Description
Describe the bug
cross_val_predict returns an array with the probabilities of each class. The array will have as many columns as classes the target.
Then the code takes the first vector of probabilities, that is the probabilities of the first majority class, and based on that vector it selects the samples to retain.
This is OK in binary classification, but in multiclass, the samples should be filtered out or retained based on their own class probability.
Expected Results
probabilities = cross_val_predict(
self.estimator_,
X,
y,
cv=skf,
n_jobs=self.n_jobs,
method="predict_proba",
)
idx_under = np.empty((0,), dtype=int)
for target_class in np.unique(y):
if target_class in self.sampling_strategy_.keys():
probs = probabilities[range(len(y)), **target_class**] <==
n_samples = self.sampling_strategy_[target_class]

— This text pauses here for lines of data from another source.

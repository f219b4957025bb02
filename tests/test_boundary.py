"""The numeric boundary under attack: every public numeric function, every hostile input.

The promises (README, DEVELOPERS.md, issue 11): nonsense input raises a
DomainError (or a TypeError) that names the parameter; text, bytes, bools,
dates, complex numbers, integers too large for a float and None are never
taken as numbers; masked arrays are refused (their mask would be lost);
astropy and pint quantities are read in SI, never as their bare number;
shapes that do not broadcast raise a DomainError naming the parameters and
their shapes; extreme but finite values (1e300, 1e-300, -1e300) leak no
RuntimeWarning; inputs are never changed in place.

The harness below calls every public numeric function of ``deltakit._NAMES``
(Conic constructors included) with each hostile input in each parameter, the
others valid. A case that fails in a module another branch owns is marked
``xfail(strict=True)`` with that branch's name: it turns red once fixed there,
and must then be unmarked.

The second half checks the scalar fast path against the array path on random
inputs (same results to rounding, same errors) and the extreme values of the
closed forms against mpmath.
"""

from __future__ import annotations

import datetime
import math
import warnings
from collections.abc import Callable
from dataclasses import dataclass, fields, is_dataclass
from typing import Any

import mpmath
import numpy as np
import pytest
from _rounding import assert_same_to_rounding
from hypothesis import given
from hypothesis import strategies as st

import deltakit as dk
from deltakit.constants import EARTH

u = pytest.importorskip("astropy.units")
pint = pytest.importorskip("pint")
ureg = pint.UnitRegistry()

MU = EARTH.mu
ORBIT = dk.Conic.from_apsides(7000e3, 9000e3, MU)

threshold = np.percentile(
probs[y == target_class],
(1.0 - (n_samples / target_stats[target_class])) * 100.0,
)
index_target_class = np.flatnonzero(
probs[y == target_class] >= threshold
)
else:
where target_class is the column in the array corresponding to the probability of the sample being undersampled.
In addition, the documentations suggests that IHT supports or implements 1 vs Rest for multiclass targets. But the code in its current format does not use 1 vs Rest. So it is up to the user to be aware of this.
I suggest we either make it clear in the documentation, or implement 1 vs Rest to wrap the algorithm entered by the user.